Kim has decided to call his Hong Kong debut Bank Art Fair, because the word "bank" evokes "prosperity and happiness". He also means to convey the idea that, rather than just leaving their money sitting in a bank, people should circulate it by buying and selling art.
Saunderson says the ACAS, which takes up four floors of the JW Marriott, will be in the black this year after launching its first show just last October.
It charges exhibitors less than half what Art Basel charges on a per square foot basis. The smallest room costs just over US$200 per square metre, compared with Art Basel's entry level booths costing US$535 per square metre.
He is confident that ACAF will be able to sustain the momentum for its next show planned for October, when it will have less competition from rival art fairs but can benefit from the overseas traffic brought over by the Sotheby's autumn auctions.
A rival organiser, Roger Lim of Hong Kong Contemporary, says he is determined to bring an artist's perspective to an industry dominated by dealers.
"My partner, Paris Moon, and I are both trained as artists and I think our selection of artwork will reflect that. We are awarding prizes to emerging local artists who are engaged in fine art making. This means artwork which reflects something from within, rather than public art meant for a park or a shopping mall," he says.
"We also feature video artists from around the world - that's definitely a not-for-profit exercise." Lim is aware of the need to jazz up his event to lure visitors confused by the different art fairs happening in the same week. Korean starlet Ku Hye-sun, and Gigi Chao, the daughter of tycoon Cecil Chao, will attend the opening on May 24.
It's not always easy for a hotel art fair to stand out. Apart from the other art fairs and the Christie's auctions, they also have to compete for foot traffic with Asia Week Hong Kong, a series of cross-media art exhibitions, talks and museum tours backed by the Asia Society and Orientations magazine.

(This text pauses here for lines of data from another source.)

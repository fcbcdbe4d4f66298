"""The layering of the package (the project's DEVELOPERS.md): core ->
results -> analysis -> outputs -> command line, each importing only the
layers below it, read from the source with ``ast`` (every import,
including those inside functions)."""

from __future__ import annotations

import ast
from pathlib import Path

PACKAGE = Path(__file__).resolve().parent.parent / "doseattr"
LAYERS = {"core": 0, "results": 1, "analysis": 2, "outputs": 3, "cli": 4}
#: Modules every layer may import.
SHARED = {"doseattr", "doseattr.errors"}
#: The calls upward, made on use: ``Results.write`` hands the record to the
#: outputs layer's writer (the same rules as ``doseattr run --out``);
#: ``Results.to_frames`` reads the same CSV tables as DataFrames and
#: ``Results._repr_html_`` shows the report's key numbers in a notebook.
ALLOWED = {("doseattr.results.run", "doseattr.outputs.write"),
           ("doseattr.results.run", "doseattr.outputs.tables"),
           ("doseattr.results.run", "doseattr.outputs.report")}


def _layer(module: str) -> int | None:
    parts = module.split(".")
    return LAYERS.get(parts[1]) if len(parts) > 1 and parts[0] == "doseattr" else None


def _imports(path: Path) -> set[str]:
    tree = ast.parse(path.read_text(encoding="utf-8"))
    found = set()
    for node in ast.walk(tree):
        if isinstance(node, ast.ImportFrom) and node.module and node.level == 0:
            found.add(node.module)
        elif isinstance(node, ast.Import):
            found.update(a.name for a in node.names)
    return {m for m in found if m == "doseattr" or m.startswith("doseattr.")}


def _modules() -> dict[str, Path]:
    out = {}
    for path in PACKAGE.rglob("*.py"):
        rel = path.relative_to(PACKAGE.parent).with_suffix("")
        name = ".".join(rel.parts).removesuffix(".__init__")
        out[name] = path
    return out


def test_every_import_points_down():
    wrong = []
    for name, path in _modules().items():
        own = _layer(name)
        if own is None:
            continue
        for target in _imports(path) - SHARED:
            other = _layer(target)
            if other is not None and other > own and (name, target) not in ALLOWED:
                wrong.append(f"{name} imports {target}")
    assert wrong == []


def test_the_check_sees_an_upward_import(tmp_path):
    """The reader of imports finds one inside a function (so the layering
    test can fail)."""
    f = tmp_path / "m.py"
    f.write_text("def g():\n    from doseattr.outputs.write import write_outputs\n")
    assert _imports(f) == {"doseattr.outputs.write"}
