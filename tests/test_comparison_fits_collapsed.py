"""The comparison fits beside an empirical PAF on many repeated values
(issue 15, item 3) are fitted to the distinct values with summed weights
and put back on the scale of every value.

References: the lognormal MLE and its observed information in closed form
(mean and divisor-n SD of ln x; information diag(n / sigma^2, 2n) in
(mu, ln sigma), derived for the normal log-likelihood), scipy.stats
log-densities summed over every value, scipy.stats.gamma.fit, and a
Kolmogorov-Smirnov test by scipy.stats.kstest on every value. Data:
seeded simulations, rounded so that values repeat.
"""

from __future__ import annotations

import math

import numpy as np
import pytest
from scipy import stats

from doseattr.analysis.comparisons import COLLAPSE_FROM, comparison_fits

N = COLLAPSE_FROM + 10_000


def _values(seed: int) -> np.ndarray:
    rng = np.random.default_rng(seed)  # simulation, seeded
    return np.round(6.0 * np.exp(0.6 * rng.standard_normal(N)), 1)


def test_lognormal_on_distinct_values_is_the_closed_form_on_all_values():
    x = _values(1508)
    assert np.unique(x).size * 2 <= x.size  # the collapsed path is taken
    (fit,), why = comparison_fits(x, None, ("lognormal",))
    assert why == []
    logs = np.log(x)
    mu, s = logs.mean(), logs.std()  # closed form, divisor n
    np.testing.assert_allclose(fit.parameters["gm"], math.exp(mu), rtol=1e-10)
    np.testing.assert_allclose(fit.parameters["gsd"], math.exp(s), rtol=1e-10)
    dist = stats.lognorm(s=s, scale=math.exp(mu))
    loglik = float(np.sum(dist.logpdf(x)))  # scipy.stats, every value
    np.testing.assert_allclose(fit.fit.loglik, loglik, rtol=1e-10)
    assert fit.fit.aic == pytest.approx(4 - 2 * loglik, rel=1e-10)
    # closed form: inverse of diag(n / s^2, 2n) in (mu, ln s)
    np.testing.assert_allclose(np.diag(fit.fit.cov_internal), [s * s / N, 1 / (2 * N)],
                               rtol=1e-5)
    assert fit.fit.n == N and fit.fit.values.size == N and fit.fit.weights_meaning is None
    ks = stats.kstest(x, dist.cdf)  # scipy.stats.kstest on every value
    assert fit.fit.gof["n"] == N
    np.testing.assert_allclose(fit.fit.gof["statistic"], ks.statistic, rtol=1e-8)


def test_gamma_on_distinct_values_matches_scipy_on_all_values():
    x = _values(1509)
    (fit,), _ = comparison_fits(x, None, ("gamma",))
    a, _, scale = stats.gamma.fit(x, floc=0)  # scipy's MLE on every value
    np.testing.assert_allclose([fit.parameters[k] for k in fit.family.param_names],
                               [a, scale], rtol=1e-5)
    loglik = float(np.sum(stats.gamma.logpdf(x, fit.params[0], scale=fit.params[1])))
    np.testing.assert_allclose(fit.fit.loglik, loglik, rtol=1e-10)


def test_weights_are_summed_per_distinct_value():
    """Integer weights w_i: the weighted log-likelihood is sum w_i log f(x_i)
    scaled to weights summing to n (the core's normalisation), here
    checked with scipy.stats.lognorm at the closed-form weighted MLE."""
    x = _values(1510)
    w = np.random.default_rng(1511).integers(1, 21, x.size).astype(float)
    (fit,), _ = comparison_fits(x, w, ("lognormal",))
    wn = w * (x.size / w.sum())
    logs = np.log(x)
    mu = np.average(logs, weights=wn)
    s = math.sqrt(np.average((logs - mu) ** 2, weights=wn))
    np.testing.assert_allclose([fit.parameters["gm"], fit.parameters["gsd"]],
                               [math.exp(mu), math.exp(s)], rtol=1e-10)
    loglik = float(np.dot(wn, stats.lognorm(s=s, scale=math.exp(mu)).logpdf(x)))
    np.testing.assert_allclose(fit.fit.loglik, loglik, rtol=1e-10)
    np.testing.assert_allclose(fit.fit.effective_n, w.sum() ** 2 / np.sum(w * w), rtol=1e-10)
    assert fit.fit.weights_meaning == "frequency"
    np.testing.assert_allclose(fit.fit.weights, wn, rtol=1e-14)


def test_zeros_are_left_out_and_failures_are_notes():
    x = _values(1512)
    x[:50] = 0.0
    (fit,), _ = comparison_fits(x, None, ("lognormal",))
    assert fit.fit.n == N - 50
    fits, why = comparison_fits(np.r_[np.zeros(N - 2), 1.0, 2.0], None, ("lognormal",))
    assert fits == () and len(why) == 1 and why[0].startswith("lognormal not fitted")
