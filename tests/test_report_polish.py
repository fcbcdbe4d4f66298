"""The report reads well everywhere (issue 16 item 4): one rule for
percentages, tables that scroll in their own box, formulas without ``- 0``,
figures also as SVG at a stated resolution, and references for every
published method a run used.

Sources: the percentage rule is checked against the value it rounds (the
bound of rounding to d significant figures, closed form: relative error at
most 5 x 10^-d); PNG sizes against inches x dpi (the PNG IHDR chunk holds
width and height, PNG specification); SVG files are parsed with the
standard library's XML parser.
"""

from __future__ import annotations

import json
import re
import struct
import xml.etree.ElementTree as ET
from pathlib import Path

import pytest
from hypothesis import given
from hypothesis import strategies as st

from doseattr.analysis.config import analysis_from_dict
from doseattr.analysis.pipeline import run_analysis
from doseattr.cli import main
from doseattr.errors import InputError
from doseattr.outputs.report import render_report
from doseattr.outputs.write import write_outputs
from doseattr.results.numbers import percent, share_text

ROOT = Path(__file__).resolve().parent.parent
SAT = {"model": "saturating-exponential", "alpha": 1.5, "gamma": 0.08, "delta": 1.3,
       "threshold": 0.0}
EXPOSURE = {"gm": 10.0, "gsd": 2.0}


# -- one rule for percentages ----------------------------------------------------------
@given(st.floats(min_value=-2.0, max_value=2.0, allow_nan=False))
def test_percent_never_uses_an_exponent_or_a_negative_zero(v):
    text = percent(v)
    assert "e" not in text and text.endswith("%")
    assert not re.fullmatch(r"-0(\.0*)?%", text)
    p = 100 * v
    if abs(p) >= 0.001:
        shown = float(text.rstrip("%"))
        # rounding to 3 significant figures (closed form bound)
        assert abs(shown - p) <= 5e-3 * abs(p) + 1e-12
        assert (shown < 0) == (p < 0)
    elif p != 0:
        assert text in ("<0.001%", ">-0.001%")


@pytest.mark.parametrize("value, text", [
    (4.3e-7, "<0.001%"),      # the 4.3e-05%
    (-1e-9, ">-0.001%"),      # the issue's -0.00%
    (0.0946, "9.46%"), (0.0016, "0.160%"), (0.0, "0%")])
def test_percent_examples(value, text):
    assert percent(value) == text  # common practice: significant figures, fixed notation


def test_a_band_with_one_home_of_4000_is_not_zero():
    assert share_text(1 / 4000) == "<0.1%"  # the 0.0% for 1 of 4000 homes
    assert share_text(0.0) == "0%"


# -- formulas ----------------------------------------------------------------------------
@pytest.mark.parametrize("curve, formula", [
    ({"model": "log-linear", "rr": 1.1, "per": 10, "ci": [1.05, 1.15], "max_dose": 50},
     "RR = exp(slope * x)"),
    ({"model": "linear", "err": 0.01, "per": 1, "ci": [0.005, 0.015]}, "RR = 1 + slope * x"),
    (SAT, "RR = 1 + alpha (1 - exp(-gamma z^delta)), z = x"),
    ({**SAT, "threshold": 2.4}, "z = max(0, x - 2.4)")])
def test_formulas_have_no_minus_zero(curve, formula):
    r = run_analysis(analysis_from_dict({"unit": "ug/m3", "curve": curve,
                                         "exposure": EXPOSURE}))
    text = r.curve.model.describe()
    assert formula in text
    assert "- 0)" not in text and "x - 0" not in text


# -- the demo's report ---------------------------------------------------------------------
@pytest.fixture(scope="module")
def demo(tmp_path_factory):
    out = tmp_path_factory.mktemp("demo") / "out"
    assert main(["demo", "--out", str(out), "--quiet"]) == 0
    return out


def test_every_table_scrolls_in_its_own_box(demo):
    html = (demo / "report.html").read_text()
    tables = html.count("<table")
    assert tables > 5
    assert html.count('<div class="scroll"><table') == tables
    assert re.search(r"\.scroll \{[^}]*overflow-x: auto", html)


def test_the_demo_report_has_no_slips(demo):
    for name in ("report.html", "summary.txt"):
        text = (demo / name).read_text()
        text = re.sub(r"base64,[A-Za-z0-9+/=]+", "", text)  # the embedded images
        assert not re.search(r"\de-\d+%", text), name
        assert "-0.00%" not in text and "(x - 0)" not in text and "x - 0)" not in text, name


# -- [report] figures and dpi --------------------------------------------------------------
def _png_size(data: bytes) -> tuple[int, int]:
    assert data[:8] == b"\x89PNG\r\n\x1a\n"
    return struct.unpack(">II", data[16:24])  # IHDR width, height (PNG specification)


def _curve_run(report: dict | None = None):
    d = {"unit": "ug/m3", "curve": {"model": "log-linear", "rr": 1.1, "per": 10,
                                    "ci": [1.05, 1.15], "max_dose": 50},
         "exposure": EXPOSURE}
    if report is not None:
        d["report"] = report
    return run_analysis(analysis_from_dict(d))


def test_svg_beside_png_and_in_the_manifest(tmp_path):
    out = tmp_path / "o"
    written = write_outputs(_curve_run({"figures": ["png", "svg"]}), out)
    svgs = sorted(p.name for p in (out / "figures").glob("*.svg"))
    pngs = sorted(p.name for p in (out / "figures").glob("*.png"))
    assert svgs and [s[:-4] for s in svgs] == [p[:-4] for p in pngs]
    for name in svgs:
        assert ET.parse(out / "figures" / name).getroot().tag.endswith("svg")
    manifest = {e["path"] for e in json.loads((out / "manifest.json").read_text())["files"]}
    assert {f"figures/{s}" for s in svgs} <= manifest
    assert {out / "figures" / s for s in svgs} <= set(written)


def test_svg_bytes_are_the_same_in_two_runs(tmp_path):
    r = _curve_run({"figures": ["svg"]})
    write_outputs(r, tmp_path / "a")
    write_outputs(r, tmp_path / "b")
    for f in (tmp_path / "a" / "figures").glob("*.svg"):
        assert f.read_bytes() == (tmp_path / "b" / "figures" / f.name).read_bytes(), f.name
    assert not list((tmp_path / "a" / "figures").glob("*.png"))  # only what was asked


@pytest.mark.parametrize("report, dpi", [(None, 150), ({"dpi": 100}, 100)])
def test_png_resolution(tmp_path, report, dpi):
    write_outputs(_curve_run(report), tmp_path / "o")
    width, height = _png_size((tmp_path / "o" / "figures" / "curve.png").read_bytes())
    # the curve figure is 8 x 3.6 inches (outputs.style.new_axes): inches x dpi
    assert (width, height) == (round(8.0 * dpi), round(3.6 * dpi))


@pytest.mark.parametrize("report, message", [
    ({"figures": ["jpg"]}, r"\[report\] key 'figures': 'jpg' is not a figure format"),
    ({"figures": ["png", "png"]}, r"\[report\] key 'figures': names a format twice"),
    ({"dpi": 10}, r"\[report\] key 'dpi': must be between 50 and 600"),
    ({"dpi": "high"}, r"\[report\] key 'dpi': must be a whole number"),
    ({"figure": ["svg"]}, r"unknown key 'figure' in \[report\]; did you mean 'figures'")])
def test_report_section_errors(report, message):
    with pytest.raises(InputError, match=message):
        _curve_run(report)


# -- references ----------------------------------------------------------------------------
def _references(html: str) -> str:
    return html.split("<h3>References</h3>", 1)[1]


def test_the_published_shape_is_cited():
    r = run_analysis(analysis_from_dict({"unit": "ug/m3", "curve": SAT, "exposure": EXPOSURE}))
    refs = _references(render_report(r, figures=False))
    assert "Burnett RT" in refs and "(2014)" in refs and "(2018)" not in refs


def test_the_limit_methods_are_cited(tmp_path):
    assert main(["init", "workplace", str(tmp_path / "w")]) == 0
    assert main(["run", str(tmp_path / "w" / "analysis.toml"), "--out", str(tmp_path / "o"),
                 "--quiet"]) == 0
    refs = _references((tmp_path / "o" / "report.html").read_text())
    assert "EN 689:2018" in refs and "Rappaport SM" in refs


def test_a_run_without_them_does_not_cite_them(demo):
    refs = _references((demo / "report.html").read_text())
    assert "Burnett" not in refs and "EN 689" not in refs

One show that has been crowded out is Spoon, which debuted just last year.
And that is why Manca is taking a very different approach with Link Artfair. The family-friendly fair takes place in giant marquees set up on the waterfront in front of Kennedy Town's China Merchants Wharf.
"I hope to set the trend here with the two marquees. The hotel art fair model is outdated and has been abandoned in London and New York. I want Link to be about the accessibility of art, for people to just come and relax, and enjoy a carnival-like atmosphere." Prices will start from around HK$30,000.
With support from the Italian consulate, there will be a fair share of Italian artists represented. But like the other art fairs, special sections are allocated to local artists. Manca, who has a background in psychology, has also lined up art therapy sessions for visitors.
Manca is prepared for Link to be a loss maker for the first four years. But she hopes that Hong Kong will be the launch pad for an ambitious plan to take her art fair to Seoul, Nagoya and Kuala Lumpur. "I've been coming to Hong Kong for 25 years and the mistaken belief that it is a cultural desert has always annoyed me," she says.